How many lines in the records below contain the word "with"? State only that number.

DATASET RECORDS: Begin

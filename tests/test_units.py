"""Units against printed tables."""

import pytest

from geomprep.errors import InputError
from geomprep.units import length_factor, parse_quantity, unit_factor


@pytest.mark.parametrize(
    ("text", "kind", "expected", "source"),
    [
        # NIST Special Publication 811 (2008), appendix B.8 (memory): printed conversion factors
        ("1 mmHg", "pressure", 133.3224, "NIST SP 811"),
        ("1 cmH2O", "pressure", 98.0665, "NIST SP 811"),
        ("1 dyn/cm^2", "pressure", 0.1, "NIST SP 811"),
        ("1 cP", "viscosity", 1e-3, "NIST SP 811"),
        ("1 in", "length", 0.0254, "NIST SP 811"),
        # 1 mmHg·s/mL = 1.33322e8 Pa·s/m³ = 1333.22 dyn·s/cm⁵: arithmetic from the rows above
        ("1 mmHg*s/mL", "resistance", 1.33322e8, "arithmetic"),
        ("1333.22 dyn*s/cm^5", "resistance", 1.33322e8, "arithmetic"),
        ("1 mL/mmHg", "compliance", 7.50062e-9, "arithmetic"),
        ("443 mL/min", "flow", 443e-6 / 60, "arithmetic"),
        ("1060 kg/m^3", "density", 1060.0, "identity"),
        ("3.5 mPa*s", "viscosity", 3.5e-3, "identity"),
        ("1.06 g/cm^3", "density", 1060.0, "arithmetic"),
    ],
)
def test_factors(text: str, kind: str, expected: float, source: str) -> None:
    assert parse_quantity(text, kind) == pytest.approx(expected, rel=5e-6), source


@pytest.mark.parametrize(
    ("text", "kind", "word"),
    [
        ("10", "pressure", "needs its unit"),
        ("ten mmHg", "pressure", "expected a number"),
        ("10 furlong", "length", "no unit known"),
        ("10 mm", "pressure", "no unit of pressure"),
        ("1e999 mm", "length", "expected a number"),
        ("nan mm", "length", "expected a number"),
        ("", "length", "expected a number"),
    ],
)
def test_refusals_name_value_and_way_out(text: str, kind: str, word: str) -> None:
    with pytest.raises(InputError, match=word) as caught:
        parse_quantity(text, kind, "some.key")
    assert "some.key" in str(caught.value) or "unit" in str(caught.value)
    assert "\n" not in str(caught.value)


def test_length_units() -> None:
    assert length_factor("mm") == 1e-3
    with pytest.raises(InputError, match="choose one of"):
        length_factor("parsec")
    assert unit_factor("1/mmHg")[1] == (1, -1, 2)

DATASET RECORDS: End

COMPLETED TASK: 2